- _WHAT IS REQUIRED_
The required output is every record, reproduced exactly.

:: RECORD EXTRACTS

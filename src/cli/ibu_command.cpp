#include "cli/commands.hpp"

namespace bine::cli {

void setup_ibu_command(CLI::App& app, const GlobalOptions& /*globals*/) {
  app.add_subcommand("ibu", "(not yet available)");
}

}  // namespace bine::cli
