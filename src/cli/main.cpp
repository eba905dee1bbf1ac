// bine: hop substitution, aroma blending and bitterness arithmetic for brewers.
// This file only hands argv to the dispatcher (src/cli/app.cpp); every computation lives in bine_core.
#include <iostream>

#include "cli/app.hpp"

int main(int argc, char** argv) { return bine::cli::run(argc, argv, std::cout, std::cerr); }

::::

- _TASK SOLUTION_
filename src/cli/ibu_command.cpp
#include "cli/commands.hpp"

namespace bine::cli {

void setup_ibu_command(CLI::App& app, const GlobalOptions& /*globals*/) {
  app.add_subcommand("ibu", "(not yet available)");
}

}  // namespace bine::cli
filename src/cli/main.cpp
repository eba905dee1bbf1ac
// bine: hop substitution, aroma blending and bitterness arithmetic for brewers.
// This file only hands argv to the dispatcher (src/cli/app.cpp); every computation lives in bine_core.
#include <iostream>

#include "cli/app.hpp"

int main(int argc, char** argv) { return bine::cli::run(argc, argv, std::cout, std::cerr); }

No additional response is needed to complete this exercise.